The task:
Below are some records. Print all of them exactly as they appear.

-- Opening Marker --

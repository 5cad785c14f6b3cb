"""A reader sees the old page or the new one, whole."""

from __future__ import annotations

import os
import stat
from pathlib import Path

import pytest

from briefkit.brief import write
from briefkit.brief.write import sweep, write_page
from briefkit.errors import BuildError

unix = pytest.mark.skipif(os.name == "nt", reason="file modes are POSIX")


@unix
def test_whole_readable_and_nothing_beside(tmp_path):
    page = tmp_path / "out" / "page.html"
    mask = os.umask(0o077)
    try:
        assert write_page(page, "36 °C") == 6
    finally:
        os.umask(mask)
    assert page.read_bytes() == "36 °C".encode()
    assert stat.S_IMODE(page.stat().st_mode) == 0o644
    assert list(page.parent.iterdir()) == [page]


@pytest.mark.parametrize("step", ["fsync", "replace"])
def test_a_failure_leaves_the_old_page_and_nothing_beside(tmp_path, monkeypatch, step):
    page = tmp_path / "page.html"
    write_page(page, "old")

    def full(*_: object) -> None:
        raise OSError(28, "No space left on device")

    monkeypatch.setattr(write.os, step, full)
    with pytest.raises(BuildError, match=r"page.html: cannot be written \(No space left on device\); what was there"):
        write_page(page, "new")
    assert page.read_text() == "old"
    assert list(tmp_path.iterdir()) == [page]


def test_an_interrupt_leaves_the_old_page(tmp_path, monkeypatch):
    page = tmp_path / "page.html"
    write_page(page, "old")

    def interrupted(*_: object) -> None:
        raise KeyboardInterrupt

    monkeypatch.setattr(write.os, "replace", interrupted)
    with pytest.raises(KeyboardInterrupt):
        write_page(page, "new")
    assert page.read_text() == "old"
    assert list(tmp_path.iterdir()) == [page]


def test_a_link_planted_beside_is_not_followed(tmp_path):
    elsewhere = tmp_path / "elsewhere"
    elsewhere.write_text("precious")
    (tmp_path / f".page.html.{os.getpid()}.part").symlink_to(elsewhere)
    with pytest.raises(BuildError, match="cannot be written"):
        write_page(tmp_path / "page.html", "new")
    assert elsewhere.read_text() == "precious"


def test_what_an_interrupted_build_left_is_swept(tmp_path):
    page = tmp_path / "page.html"
    write_page(page, "whole")
    (tmp_path / ".page.html.1234.part").write_text("half")
    assert sweep(tmp_path) == 1
    assert list(tmp_path.iterdir()) == [page]


def test_the_order_is_flush_then_replace_then_flush_the_folder(tmp_path, monkeypatch):
    """The order that survives a power cut: POSIX.1-2017 fsync and rename."""
    steps: list[str] = []
    for name in ("fsync", "replace"):
        real = getattr(os, name)
        monkeypatch.setattr(write.os, name, lambda *a, real=real, name=name: (steps.append(name), real(*a))[1])
    write_page(Path(tmp_path / "page.html"), "x")
    assert steps == ["fsync", "replace", "fsync"]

-- Closing Marker --

Task result:
repository 5cad785c14f6b3cb
"""A reader sees the old page or the new one, whole."""

from __future__ import annotations

import os
import stat
from pathlib import Path

import pytest

from briefkit.brief import write
from briefkit.brief.write import sweep, write_page
from briefkit.errors import BuildError

unix = pytest.mark.skipif(os.name == "nt", reason="file modes are POSIX")


@unix
def test_whole_readable_and_nothing_beside(tmp_path):
    page = tmp_path / "out" / "page.html"
    mask = os.umask(0o077)
    try:
        assert write_page(page, "36 °C") == 6
    finally:
        os.umask(mask)
    assert page.read_bytes() == "36 °C".encode()
    assert stat.S_IMODE(page.stat().st_mode) == 0o644
    assert list(page.parent.iterdir()) == [page]


@pytest.mark.parametrize("step", ["fsync", "replace"])
def test_a_failure_leaves_the_old_page_and_nothing_beside(tmp_path, monkeypatch, step):
    page = tmp_path / "page.html"
    write_page(page, "old")

    def full(*_: object) -> None:
        raise OSError(28, "No space left on device")

    monkeypatch.setattr(write.os, step, full)
    with pytest.raises(BuildError, match=r"page.html: cannot be written \(No space left on device\); what was there"):
        write_page(page, "new")
    assert page.read_text() == "old"
    assert list(tmp_path.iterdir()) == [page]


def test_an_interrupt_leaves_the_old_page(tmp_path, monkeypatch):
    page = tmp_path / "page.html"
    write_page(page, "old")

    def interrupted(*_: object) -> None:
        raise KeyboardInterrupt

    monkeypatch.setattr(write.os, "replace", interrupted)
    with pytest.raises(KeyboardInterrupt):
        write_page(page, "new")
    assert page.read_text() == "old"
    assert list(tmp_path.iterdir()) == [page]


def test_a_link_planted_beside_is_not_followed(tmp_path):
    elsewhere = tmp_path / "elsewhere"
    elsewhere.write_text("precious")
    (tmp_path / f".page.html.{os.getpid()}.part").symlink_to(elsewhere)
    with pytest.raises(BuildError, match="cannot be written"):
        write_page(tmp_path / "page.html", "new")
    assert elsewhere.read_text() == "precious"


def test_what_an_interrupted_build_left_is_swept(tmp_path):
    page = tmp_path / "page.html"
    write_page(page, "whole")
    (tmp_path / ".page.html.1234.part").write_text("half")
    assert sweep(tmp_path) == 1
    assert list(tmp_path.iterdir()) == [page]


def test_the_order_is_flush_then_replace_then_flush_the_folder(tmp_path, monkeypatch):
    """The order that survives a power cut: POSIX.1-2017 fsync and rename."""
    steps: list[str] = []
    for name in ("fsync", "replace"):
        real = getattr(os, name)
        monkeypatch.setattr(write.os, name, lambda *a, real=real, name=name: (steps.append(name), real(*a))[1])
    write_page(Path(tmp_path / "page.html"), "x")
    assert steps == ["fsync", "replace", "fsync"]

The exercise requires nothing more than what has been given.